• YOUR GOAL:
Whenever the string "they" turns up in a line of the data below, copy that line.
━━━━━━━━━━━━━━━━
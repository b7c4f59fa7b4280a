// SPDX-License-Identifier: Apache-2.0
// The machine of a description: states, inputs, how they move and how they are disturbed.
#pragma once

#include <optional>
#include <vector>

#include "engine/model.h"
#include "rig/laws.h"
#include "rig/values.h"

namespace steelyard::rig {

/// Each reads entries of one part of the description; what is wrong goes to the context's problems.
void read_constants(const std::vector<Item>& entries, Context& context);
void read_states(const std::vector<Item>& entries, engine::Model& model, Context& context);
void read_inputs(const std::vector<Item>& entries, engine::Model& model, Context& context);

/// After the states and inputs are known. Returns whether every law of motion is affine.
[[nodiscard]] bool read_motion(const std::vector<Item>& entries, engine::Model& model, Context& context);
void read_unrest(const std::vector<Item>& entries, engine::Model& model, Context& context);

/// `jolts` and `still`: a map that overrides parts of `mode`, or "none".
void read_mode(const Item& item, engine::ModeModel& mode, Context& context);

}  // namespace steelyard::rig
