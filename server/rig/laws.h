// SPDX-License-Identifier: Apache-2.0
// Formulas of a description as laws of the model.
#pragma once

#include <memory>
#include <optional>
#include <vector>

#include "engine/model.h"
#include "rig/affine.h"
#include "rig/formula.h"
#include "rig/problems.h"
#include "rig/values.h"

namespace steelyard::rig {

/// What the readers of a description's parts share.
struct Context {
  Problems& problems;
  double response_s = 1.0;
  Scope scope = {};
  std::vector<double> states = {};  ///< where the machine starts
  std::vector<double> inputs = {};
  std::vector<Region> state_regions = {};
  std::vector<Region> input_regions = {};
  bool names_known = true;   ///< false: a part is no map or too large; formulas are not looked at
  bool starts_right = true;  ///< false: values at the start mean nothing
};

struct ReadLaw {
  engine::Law law;
  bool is_affine = false;
  /// Value at the start; nullopt where the start is not known.
  std::optional<double> at_start;
};

/// A formula or a number. Reports every error of it, and a value at the start that is not finite.
[[nodiscard]] std::optional<ReadLaw> read_law(const Item& item, Context& context);

struct ReadSd {
  double at_start = 1.0;
  std::shared_ptr<engine::Formula> formula;  ///< empty where it is constant
};

/// A number greater than 0, or a formula that is so at the start.
[[nodiscard]] std::optional<ReadSd> read_sd(const Item& item, Context& context);

/// A law that does not depend on anything.
[[nodiscard]] engine::AffineForm constant_law(const Context& context, double value);

}  // namespace steelyard::rig
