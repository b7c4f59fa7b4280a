// SPDX-License-Identifier: Apache-2.0
// Parts of channels: where `reads` is a list, sd and range are lists of the same length, and what all parts
// can share may be one number or a list.
#include "rig/parts.h"

#include <algorithm>
#include <cmath>
#include <optional>
#include <string>
#include <utility>

namespace steelyard::rig {
namespace {

constexpr auto kMostParts = static_cast<std::size_t>(engine::kMaxParts);
constexpr double kDefaultOffset = 0.1;  // of the range

// The unit of the states that are read as they are (level, level − 0.15, left − right); else not known.
std::string unit_of(const engine::Law& law, std::span<const engine::StateModel> states) {
  const auto* form = std::get_if<engine::AffineForm>(&law);
  if (form == nullptr) return {};
  for (const double weight : form->on_inputs) {
    if (weight != 0.0) return {};
  }
  std::optional<std::string> unit;
  for (std::size_t i = 0; i < form->on_states.size(); ++i) {
    const double weight = form->on_states[i];
    if (weight == 0.0) continue;
    if (std::abs(weight) != 1.0 || (unit && *unit != states[i].unit)) return {};
    unit = states[i].unit;
  }
  return unit.value_or("");
}

void report_length(const Item& item, std::size_t length, std::string_view what, Problems& problems) {
  const std::string count = item.node->is_list() ? " of " + std::to_string(item.node->items.size()) : "";
  problems.add(item.place(), item.path,
               "is " + described(*item.node) + count + "; must be a list of " + std::to_string(length) +
                   ", " + std::string(what));
}

class PartsReader {
 public:
  PartsReader(const Fields& fields, std::span<const engine::StateModel> states, Context& context)
      : fields_(fields), states_(states), context_(context) {}

  Parts read() {
    read_reads();
    read_ranges();
    read_sds();
    read_numbers("bias_sd", at_least(0), &engine::PartModel::bias_sd);
    read_numbers("resolution", at_least(0), &engine::PartModel::resolution);
    read_numbers("offset_size", above(0), &engine::PartModel::offset_size);
    if (const auto item = fields_.optional("unit")) read_unit(*item);
    return std::move(out_);
  }

 private:
  Problems& problems() { return context_.problems; }

  void read_reads() {
    out_.all.resize(1);
    out_.all[0].reads = constant_law(context_, 0.0);
    const auto item = fields_.required("reads");
    if (!item) return;
    if (!item->node->is_list()) return read_one(*item, out_.all[0]);
    length_ = item->node->items.size();
    if (*length_ == 0) return report_rule(*item, "a formula or a list of formulas", problems());
    if (*length_ > kMostParts) {
      problems().add(item->place(), item->path,
                     "has " + std::to_string(*length_) + " parts; at most " + std::to_string(kMostParts) +
                         " are possible");
    }
    out_.all.resize(std::min(*length_, kMostParts), out_.all[0]);
    each_part(*item, [&](const Item& one, engine::PartModel& part) { read_one(one, part); });
  }

  void read_one(const Item& item, engine::PartModel& part) {
    auto law = read_law(item, context_);
    if (!law) return;
    out_.is_affine = out_.is_affine && law->is_affine;
    part.reads = std::move(law->law);
    part.unit = unit_of(part.reads, states_);
  }

  // Calls `read` for the one value of a scalar channel, or for each value of a vector channel's list.
  template <typename Read>
  void each_part(const Item& item, const Read& read) {
    if (!length_) return read(item, out_.all[0]);
    if (!item.node->is_list() || item.node->items.size() != *length_) {
      return report_length(item, *length_, "one for each part of reads", problems());
    }
    for (std::size_t i = 0; i < out_.all.size() && i < *length_; ++i) {
      const Node& node = item.node->items[i];
      read({&node, item.path + "[" + std::to_string(i + 1) + "]"}, out_.all[i]);
    }
  }

  void read_ranges() {
    std::size_t right = 0;
    for (engine::PartModel& part : out_.all) part.hi = 1.0;
    const auto item = fields_.required("range");
    if (!item) return;
    each_part(*item, [&](const Item& one, engine::PartModel& part) {
      const auto range = read_range(one, problems());
      if (!range) return;
      ++right;
      part.lo = range->lo;
      part.hi = range->hi;
    });
    out_.has_ranges = right == out_.all.size();
    for (engine::PartModel& part : out_.all) part.offset_size = kDefaultOffset * (part.hi - part.lo);
  }

  void read_sds() {
    const auto item = fields_.required("sd");
    if (!item) return;
    each_part(*item, [&](const Item& one, engine::PartModel& part) {
      const auto sd = read_sd(one, context_);
      if (!sd) return;
      part.sd = sd->at_start;
      part.sd_formula = sd->formula;
    });
  }

  void read_numbers(std::string_view key, const Limit& limit, double engine::PartModel::*out) {
    const auto item = fields_.optional(key);
    if (!item) return;
    const auto one = [&](const Item& value, engine::PartModel& part) {
      const auto number = read_number(value, limit, problems());
      if (!number) return;
      part.*out = *number;
      if (key == "resolution") check_resolution(value, part);
    };
    if (length_ && !item->node->is_list()) return read_for_all(*item, limit, out);
    each_part(*item, one);
  }

  // One number for all parts of a vector channel.
  void read_for_all(const Item& item, const Limit& limit, double engine::PartModel::*out) {
    const auto number = read_number(item, limit, problems());
    if (!number) return;
    for (engine::PartModel& part : out_.all) part.*out = *number;
    if (out == &engine::PartModel::resolution) {
      const auto widest = std::find_if(out_.all.begin(), out_.all.end(), [](const engine::PartModel& part) {
        return part.resolution >= part.hi - part.lo;
      });
      if (widest != out_.all.end()) check_resolution(item, *widest);
    }
  }

  void check_resolution(const Item& item, const engine::PartModel& part) {
    if (!out_.has_ranges || part.resolution < part.hi - part.lo) return;
    report_rule(item, "less than the width of the range", problems());
  }

  void read_unit(const Item& item) {
    const auto unit = read_text(item, problems());
    if (!unit) return;
    for (engine::PartModel& part : out_.all) part.unit = *unit;
  }

  const Fields& fields_;
  std::span<const engine::StateModel> states_;
  Context& context_;
  Parts out_;
  std::optional<std::size_t> length_;  ///< of `reads`, where it is a list
};

// Whether the symmetric matrix with ones on its diagonal and these pairs has a Cholesky factor whose pivots
// are well above rounding.
bool is_positive_definite(const std::vector<double>& pairs, std::size_t size) {
  constexpr double kLeastPivot = 1e-9;
  std::vector<double> factor(size * size, 0.0);
  for (std::size_t i = 0; i < size; ++i) {
    for (std::size_t j = i; j < size; ++j) {
      double sum = 1.0;
      if (j > i) sum = pairs[i * (2 * size - i - 1) / 2 + (j - i - 1)];
      for (std::size_t k = 0; k < i; ++k) sum -= factor[i * size + k] * factor[j * size + k];
      if (j == i && !(sum > kLeastPivot)) return false;
      factor[j * size + i] = j == i ? std::sqrt(sum) : sum / factor[i * size + i];
    }
  }
  return true;
}

}  // namespace

Parts read_parts(const Fields& fields, std::span<const engine::StateModel> states, Context& context) {
  return PartsReader(fields, states, context).read();
}

std::vector<double> read_pair_correlations(const Item& item, std::size_t parts, Problems& problems) {
  const std::size_t count = parts * (parts - 1) / 2;
  if (!item.node->is_list() || item.node->items.size() != count) {
    report_length(item, count, "one for each pair of parts, (1,2), (1,3) … (2,3) …", problems);
    return {};
  }
  std::vector<double> pairs;
  for (std::size_t i = 0; i < count; ++i) {
    const Item one{&item.node->items[i], item.path + "[" + std::to_string(i + 1) + "]"};
    if (const auto number = read_number(one, between(-1, 1), problems)) pairs.push_back(*number);
  }
  if (pairs.size() != count) return {};
  if (is_positive_definite(pairs, parts)) return pairs;
  problems.add(item.place(), item.path,
               "gives the parts correlations that no noise can have; their matrix must be positive definite");
  return {};
}

}  // namespace steelyard::rig
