// SPDX-License-Identifier: Apache-2.0
// One name, one thing: formulas, logs and results all refer to states, inputs and channels by name alone.
#include "rig/names.h"

#include <algorithm>
#include <tuple>
#include <unordered_map>

#include "rig/formula.h"

namespace steelyard::rig {
namespace {

constexpr std::size_t kMaxNameLength = 63;
constexpr std::string_view kTimeColumn = "time";

bool is_small(char c) { return c >= 'a' && c <= 'z'; }
bool is_digit(char c) { return c >= '0' && c <= '9'; }

bool is_name(std::string_view name) {
  if (name.empty() || name.size() > kMaxNameLength || !is_small(name[0])) return false;
  return std::all_of(name.begin(), name.end(), [](char c) { return is_small(c) || is_digit(c) || c == '_'; });
}

std::string form_problem(std::string_view name) {
  if (!is_name(name)) {
    return "is not a name; a name is a small letter, then small letters, digits and _, at most 63 characters";
  }
  if (is_formula_word(name)) return "has a name that formulas use themselves; choose another";
  if (name == kTimeColumn) return "has the name of the time column in logs; choose another";
  return {};
}

bool is_before(const Declared& a, const Declared& b) {
  return std::tie(a.at.line, a.at.column) < std::tie(b.at.line, b.at.column);
}

}  // namespace

std::vector<std::string> check_names(std::vector<Declared> declared, Problems& problems) {
  std::stable_sort(declared.begin(), declared.end(), is_before);
  std::unordered_map<std::string_view, const Declared*> seen;
  std::vector<std::string> usable;
  for (const Declared& item : declared) {
    if (std::string why = form_problem(item.name); !why.empty()) {
      problems.add(item.at, item.path, std::move(why));
      continue;
    }
    const auto [first, is_new] = seen.emplace(item.name, &item);
    if (is_new) {
      usable.push_back(item.name);
    } else {
      problems.add(item.at, item.path,
                   "has the name of a" + std::string(first->second->kind == "input" ? "n " : " ") +
                       std::string(first->second->kind) + " (line " + std::to_string(first->second->at.line) +
                       "); each name stands for one thing");
    }
  }
  return usable;
}

bool is_rig_name(std::string_view name) {
  if (name.empty() || name.size() > kMaxNameLength) return false;
  return std::all_of(name.begin(), name.end(), [](char c) { return is_small(c) || is_digit(c) || c == '-'; });
}

}  // namespace steelyard::rig
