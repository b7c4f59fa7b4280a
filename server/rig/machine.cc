// SPDX-License-Identifier: Apache-2.0
// States, inputs, motion, unrest and spells of jolts and stillness.
#include "rig/machine.h"

#include <algorithm>
#include <array>
#include <cstddef>
#include <string>
#include <string_view>
#include <utility>

#include "rig/nearest.h"

namespace steelyard::rig {
namespace {

constexpr std::array<std::string_view, 4> kStateKeys{"unit", "start", "start_sd", "needs"};
constexpr std::array<std::string_view, 5> kInputKeys{"unit", "start", "sd", "period", "range"};
constexpr std::array<std::string_view, 3> kModeKeys{"every", "last", "times"};

std::string required_text(const Fields& fields, std::string_view key, Context& context) {
  const auto item = fields.required(key);
  return item ? read_text(*item, context.problems).value_or("") : "";
}

// A value that formulas are evaluated at: without it nothing can be said of their values.
double start_number(const Fields& fields, std::string_view key, const Limit& limit, double instead,
                    Context& context) {
  const auto item = fields.required(key);
  const auto value = item ? read_number(*item, limit, context.problems) : std::nullopt;
  if (!value) context.starts_right = false;
  return value.value_or(instead);
}

engine::StateModel read_state(const Item& item, Context& context) {
  const Fields fields(item, kStateKeys, context.problems);
  engine::StateModel state;
  state.name = item.node->key;
  state.unit = required_text(fields, "unit", context);
  state.start = start_number(fields, "start", any_number(), 0.0, context);
  state.start_sd = start_number(fields, "start_sd", above(0), 1.0, context);
  if (const auto needs = fields.optional("needs")) {
    state.needs = read_number(*needs, above(0), context.problems);
  }
  return state;
}

void read_input_range(const Fields& fields, engine::InputModel& input, Context& context) {
  input.lo = 0.0;
  input.hi = 1.0;
  const auto item = fields.required("range");
  const auto range = item ? read_range(*item, context.problems) : std::nullopt;
  if (!range) {
    context.starts_right = false;
    return;
  }
  input.lo = range->lo;
  input.hi = range->hi;
  const auto start = fields.optional("start");
  const bool outside = input.start < input.lo || input.start > input.hi;
  if (start && outside) report_rule(*start, "inside the range", context.problems);
}

engine::InputModel read_input(const Item& item, Context& context) {
  const Fields fields(item, kInputKeys, context.problems);
  engine::InputModel input;
  input.name = item.node->key;
  input.unit = required_text(fields, "unit", context);
  const bool started_right = std::exchange(context.starts_right, true);
  input.start = start_number(fields, "start", any_number(), 0.0, context);
  if (context.starts_right) {
    read_input_range(fields, input, context);
  } else if (const auto range = fields.required("range")) {
    (void)read_range(*range, context.problems);  // its own errors; the start cannot be compared with it
  }
  context.starts_right = context.starts_right && started_right;
  if (const auto sd = fields.optional("sd")) {
    input.sd = read_number(*sd, at_least(0), context.problems).value_or(0.0);
  }
  if (const auto period = fields.optional("period")) {
    input.period_s = read_duration_s(*period, context.problems).value_or(0.0);
  }
  return input;
}

// The state that an entry of motion or unrest is about, or null with its name reported.
engine::StateModel* state_of(const Item& item, engine::Model& model, Problems& problems) {
  std::vector<std::string_view> names;
  for (engine::StateModel& state : model.states) {
    if (state.name == item.node->key) return &state;
    names.push_back(state.name);
  }
  if (names.empty()) return nullptr;  // that has been reported
  problems.add(item.node->key_at, item.path, "is not a state" + did_you_mean(item.node->key, names));
  return nullptr;
}

}  // namespace

void read_constants(const std::vector<Item>& entries, Context& context) {
  for (const Item& item : entries) {
    const auto value = read_number(item, any_number(), context.problems);
    if (!value) context.starts_right = false;
    context.scope.constants.emplace_back(item.node->key, value.value_or(1.0));
  }
}

void read_states(const std::vector<Item>& entries, engine::Model& model, Context& context) {
  for (const Item& item : entries) {
    model.states.push_back(read_state(item, context));
    const engine::StateModel& state = model.states.back();
    context.scope.states.push_back(state.name);
    context.states.push_back(state.start);
    context.state_regions.push_back({state.start, state.start_sd});
  }
}

void read_inputs(const std::vector<Item>& entries, engine::Model& model, Context& context) {
  for (const Item& item : entries) {
    model.inputs.push_back(read_input(item, context));
    const engine::InputModel& input = model.inputs.back();
    context.scope.inputs.push_back(input.name);
    context.inputs.push_back(input.start);
    context.input_regions.push_back({0.5 * (input.lo + input.hi), (input.hi - input.lo) / 6.0});
  }
}

bool read_motion(const std::vector<Item>& entries, engine::Model& model, Context& context) {
  for (engine::StateModel& state : model.states) state.rate = constant_law(context, 0.0);
  bool all_affine = true;
  for (const Item& item : entries) {
    if (context.problems.full()) return false;
    engine::StateModel* state = state_of(item, model, context.problems);
    auto law = read_law(item, context);
    if (state == nullptr || !law) continue;
    all_affine = all_affine && law->is_affine;
    state->rate = std::move(law->law);
  }
  return all_affine;
}

void read_unrest(const std::vector<Item>& entries, engine::Model& model, Context& context) {
  for (const Item& item : entries) {
    if (context.problems.full()) return;
    engine::StateModel* state = state_of(item, model, context.problems);
    const auto value = read_number(item, at_least(0), context.problems);
    if (state != nullptr) state->unrest = value.value_or(0.0);
  }
}

void read_mode(const Item& item, engine::ModeModel& mode, Context& context) {
  if (item.node->is_scalar() && item.node->text == "none") {
    mode.on = false;
    return;
  }
  if (!item.node->is_map()) return report_rule(item, "none, or a map {every, last, times}", context.problems);
  const Fields fields(item, kModeKeys, context.problems);
  if (const auto every = fields.optional("every")) {
    mode.every_s = read_duration_s(*every, context.problems).value_or(mode.every_s);
  }
  if (const auto last = fields.optional("last")) {
    mode.last_s = read_duration_s(*last, context.problems).value_or(mode.last_s);
  }
  if (const auto times = fields.optional("times")) {
    mode.times = read_number(*times, above(0), context.problems).value_or(mode.times);
  }
}

}  // namespace steelyard::rig
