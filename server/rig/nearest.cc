// SPDX-License-Identifier: Apache-2.0
// Edit distance by dynamic programming over three rows.
#include "rig/nearest.h"

#include <algorithm>
#include <cstddef>
#include <numeric>
#include <utility>
#include <vector>

namespace steelyard::rig {
namespace {

constexpr std::size_t kMaxLength = 64;  // longer names are no slips of the pen, and would cost time
constexpr std::size_t kMostListed = 25;

}  // namespace

int edit_distance(std::string_view a, std::string_view b) {
  std::vector<int> before(b.size() + 1);
  std::vector<int> above(b.size() + 1);
  std::vector<int> row(b.size() + 1);
  std::iota(above.begin(), above.end(), 0);
  for (std::size_t i = 1; i <= a.size(); ++i) {
    row[0] = static_cast<int>(i);
    for (std::size_t j = 1; j <= b.size(); ++j) {
      const int replaced = above[j - 1] + (a[i - 1] == b[j - 1] ? 0 : 1);
      row[j] = std::min({above[j] + 1, row[j - 1] + 1, replaced});
      const bool swapped = i > 1 && j > 1 && a[i - 1] == b[j - 2] && a[i - 2] == b[j - 1];
      if (swapped) row[j] = std::min(row[j], before[j - 2] + 1);
    }
    std::swap(before, above);
    std::swap(above, row);
  }
  return above[b.size()];
}

std::string_view nearest(std::string_view name, std::span<const std::string_view> known) {
  if (name.size() > kMaxLength) return {};
  std::string_view best;
  int fewest = static_cast<int>((name.size() + 3) / 3) + 1;
  for (const std::string_view candidate : known) {
    if (candidate.size() > kMaxLength) continue;
    const int edits = edit_distance(name, candidate);
    if (edits < fewest) {
      fewest = edits;
      best = candidate;
    }
  }
  return best;
}

std::string did_you_mean(std::string_view name, std::span<const std::string_view> known) {
  const std::string_view best = nearest(name, known);
  if (!best.empty()) return "; did you mean " + std::string(best) + "?";
  if (known.empty() || known.size() > kMostListed) return {};
  std::string all;
  for (const std::string_view other : known) all += (all.empty() ? "" : ", ") + std::string(other);
  return "; known are " + all;
}

}  // namespace steelyard::rig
━━━━━━━━━━━━━━━━
• ANSWER TO THE EXERCISE:
// The machine of a description: states, inputs, how they move and how they are disturbed.
// The unit of the states that are read as they are (level, level − 0.15, left − right); else not known.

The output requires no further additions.